Segment Start: Data to use

def brute_force_divider(values, counts, k, output, target, window=None):
    """Smallest |output(Rt, Rb)/target − 1| over every pair of arms with k parts in all.

    Deliberately simple: every multiset of k parts within the counts, every way to split it
    into a top and a bottom multiset, every network value of each, in exact rationals.
    """
    limit = {v: (k if c is None else c) for v, c in zip(values, counts)}
    best = None
    for combo in itertools.combinations_with_replacement(sorted(values), k):
        if any(combo.count(v) > limit[v] for v in set(combo)):
            continue
        for mask in range(1, 2 ** k - 1):
            top = tuple(sorted(combo[i] for i in range(k) if mask >> i & 1))
            bottom = tuple(sorted(combo[i] for i in range(k) if not mask >> i & 1))
            for rt in realisable(top):
                for rb in realisable(bottom):
                    if window is not None and not window[0] <= rt + rb <= window[1]:
                        continue
                    err = abs(output(rt, rb) / target - 1)
                    if best is None or err < best:
                        best = err
    return best


def ratio_of(r):
    return lambda rt, rb: rb / (rt + rb)


def regulator_of(vref, ipin):
    return lambda rt, rb: vref * (1 + rt / rb) + ipin * rt


CASES = [
    # (values, counts, goal, exact output function, exact target, window, k) — small invented drawers
    ([100, 220, 470, 1000], [1, 1, 1, 1], ratio_goal(0.3), ratio_of(None), Fraction("0.3"), None, 4),
    ([100, 220, 470, 1000], [2, 1, 2, 1], ratio_goal(0.123), ratio_of(None), Fraction("0.123"), None, 4),
    ([10, 47, 150], [None, 1, 2], voltage_goal(12.0, 5.0), lambda rt, rb: 12 * rb / (rt + rb), Fraction(5),
     (100, 400), 4),
    ([330, 680, 1500, 3300], [1, 2, 1, 1], regulator_goal(0.8, 3.3, 2e-5), regulator_of(Fraction("0.8"),
     Fraction("2e-5")), Fraction("3.3"), None, 4),
    ([1, 2, 5], [2, 2, 1], ratio_goal(0.37), ratio_of(None), Fraction("0.37"), (2, 9), 5),
]


@pytest.mark.parametrize("values, counts, goal, output, target, window, k", CASES)
def test_joint_search_equals_brute_force(values, counts, goal, output, target, window, k):
    # reference: the brute force above (exact rationals, every pair of trees from one bin)
    stock = StockBin(tuple(StockItem(float(v), c) for v, c in zip(values, counts)))
    rows = {row.parts: row for row in search_divider(goal, stock, k, total_ohms=window)}
    for n in range(2, k + 1):
        expected = brute_force_divider(values, counts, n, output, target, window)
        if expected is None:
            assert n not in rows
            continue
        row = rows[n]
        assert abs(abs(row.error) - float(expected)) <= 1e-9 * max(1.0, float(expected))
        assert row.proven
        assert row.top.parts + row.bottom.parts == n


def _used_per_line(row) -> Counter:
    return Counter(p.line for p in parts_in_order(row.top.network) + parts_in_order(row.bottom.network))


small_bins = st.lists(
    st.tuples(st.sampled_from([10, 22, 47, 100, 220, 470, 1000]), st.integers(1, 3)),
    min_size=1, max_size=4, unique_by=lambda t: t[0],
)


@settings(max_examples=40, deadline=None)
@given(small_bins, st.floats(0.02, 0.98), st.integers(2, 4))
def test_both_arms_together_never_take_more_of_a_line_than_it_holds(lines, ratio, k):
    stock = StockBin(tuple(StockItem(float(v), c) for v, c in lines))
    try:
        rows = search_divider(ratio_goal(ratio), stock, k)
    except InfeasibleError:
        assert sum(c for _, c in lines) < 2  # only when the bin holds fewer than two parts
        return
    for row in rows:
        for line, used in _used_per_line(row).items():
            assert line is not None and used <= line.count
        for part in parts_in_order(row.top.network) + parts_in_order(row.bottom.network):
            assert part.line.ohms == part.ohms


def test_two_lines_of_one_value_are_shared_across_arms():
    # a drawer of two 1k parts on two lines (¼ W and 1 W): 1k over 1k (ratio ½) takes one from each
    stock = StockBin((StockItem(1000.0, 1, location="A"), StockItem(1000.0, 1, power_rating_w=1.0, location="B")))
    row = search_divider(ratio_goal(0.5), stock, 2)[0]
    assert row.error == 0
    assert sorted(p.line.location for p in row.top.components + row.bottom.components) == ["A", "B"]


# ------------------------------------------------------------------ textbook dividers
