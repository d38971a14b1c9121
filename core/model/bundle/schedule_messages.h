// Schedule parameters <-> their nucleate.v1 messages (schemas/nucleate/v1/schedule.proto), for
// the bundle file. Fields left out of a message take core's defaults, as in requests.
#pragma once

#include "core/schedule/discrete_transitions.h"
#include "core/schedule/sigma_schedule.h"
#include "core/schedule/variance_schedule.h"
#include "nucleate/v1/schedule.pb.h"

namespace nucleate::model {

// FromMessage throws InvalidArgument naming the field ("kind") for an enum value this library does
// not know; it does not validate ranges (schedule::Validate*Params does).
schedule::VarianceParams FromMessage(const v1::VarianceSchedule& message);
schedule::SigmaParams FromMessage(const v1::SigmaSchedule& message);
schedule::TransitionParams FromMessage(const v1::TransitionSchedule& message);

void ToMessage(const schedule::VarianceParams& params, v1::VarianceSchedule* message);
void ToMessage(const schedule::SigmaParams& params, v1::SigmaSchedule* message);
void ToMessage(const schedule::TransitionParams& params, v1::TransitionSchedule* message);

}  // namespace nucleate::model
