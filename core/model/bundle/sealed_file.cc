#include "core/model/bundle/sealed_file.h"

#include <algorithm>

#include "core/common/error.h"
#include "core/common/message_text.h"
#include "core/common/sha256.h"
#include "nucleate/v1/model.pb.h"

namespace nucleate::model {
namespace {

// The file begins with field 1 (magic) because protobuf writes fields in number order: tag byte
// 0x0A (field 1, length-delimited), the length as a varint, then the magic itself.
std::string ExpectedHeader(const std::string& magic) {
  std::string header(1, '\x0a');
  for (std::uint64_t n = magic.size();; n >>= 7) {
    if (n < 0x80) {
      header.push_back(static_cast<char>(n));
      break;
    }
    header.push_back(static_cast<char>((n & 0x7f) | 0x80));
  }
  return header + magic;
}

// A magic read from a foreign file goes into an error message: keep it short and printable.
std::string Printable(const std::string& text) {
  std::string out;
  for (char c : text.substr(0, 64)) out.push_back(c >= 0x20 && c < 0x7f ? c : '?');
  if (text.size() > 64) out += "...";
  return out;
}

}  // namespace

std::string SealFile(const std::string& magic, std::uint32_t format_version,
                     const std::string& payload) {
  if (magic.empty()) throw InvalidArgument("magic", "must not be empty");
  if (format_version == 0) throw InvalidArgument("format_version", "must be >= 1");
  v1::SealedFile file;
  file.set_magic(magic);
  file.set_format_version(format_version);
  file.set_payload(payload);
  const Sha256Digest digest = Sha256(payload);
  file.set_sha256(digest.data(), digest.size());
  std::string bytes;
  if (!file.SerializeToString(&bytes)) {
    throw Error(ErrorKind::kLimitExceeded, "payload",
                "too large to seal (" + std::to_string(payload.size()) + " bytes)");
  }
  return bytes;
}

UnsealedFile UnsealFile(const std::string& bytes, const std::string& expected_magic,
                        std::uint32_t newest_format_version, std::uint64_t max_bytes,
                        const std::string& source) {
  const std::string kind_of_file = "'" + expected_magic + "' file";
  if (bytes.size() > max_bytes) {
    throw LimitExceeded(source, "is " + std::to_string(bytes.size()) +
                                    " bytes, above the limit of " + std::to_string(max_bytes) +
                                    " bytes");
  }
  if (bytes.empty()) throw InvalidArgument(source, "is empty (truncated " + kind_of_file + "?)");

  // A file that does not start like ours is something else; say so instead of "damaged".
  const std::string header = ExpectedHeader(expected_magic);
  const std::size_t compared = std::min(bytes.size(), header.size());
  const bool starts_like_ours = bytes.compare(0, compared, header, 0, compared) == 0;

  v1::SealedFile file;
  // Parsing bounds every length by the bytes present, so a damaged length cannot make it
  // allocate more than the input's size.
  if (!ParseQuietly(bytes, &file)) {
    if (!starts_like_ours) throw InvalidArgument(source, "is not a " + kind_of_file);
    throw InvalidArgument(
        source, "is truncated or damaged: the " + kind_of_file + " container cannot be parsed");
  }
  if (file.magic() != expected_magic) {
    throw InvalidArgument(
        source, "is not a " + kind_of_file + " (its magic is '" + Printable(file.magic()) + "')");
  }
  if (file.format_version() == 0) {
    throw InvalidArgument(source, "is truncated or damaged: it has no format version");
  }
  if (file.format_version() > newest_format_version) {
    throw Error(ErrorKind::kUnsupported, source,
                "has format version " + std::to_string(file.format_version()) +
                    "; this library reads " + kind_of_file + "s up to version " +
                    std::to_string(newest_format_version) + " (a newer nucleate wrote it)");
  }
  if (file.sha256().size() != 32) {
    throw InvalidArgument(source, "is truncated or damaged: its SHA-256 checksum is " +
                                      std::to_string(file.sha256().size()) +
                                      " bytes instead of 32");
  }
  const Sha256Digest digest = Sha256(file.payload());
  if (file.sha256().compare(0, 32, reinterpret_cast<const char*>(digest.data()), 32) != 0) {
    throw InvalidArgument(source,
                          "is corrupted: the SHA-256 of its payload does not match the "
                          "checksum stored in the file");
  }
  UnsealedFile result;
  result.format_version = file.format_version();
  result.payload = std::move(*file.mutable_payload());
  return result;
}

}  // namespace nucleate::model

Segment End: Data to use

» **The problem**:
What lines of the preceding data include the string "realisable"? Pull them out.

» **Response area**:
            for rt in realisable(top):
                for rb in realisable(bottom):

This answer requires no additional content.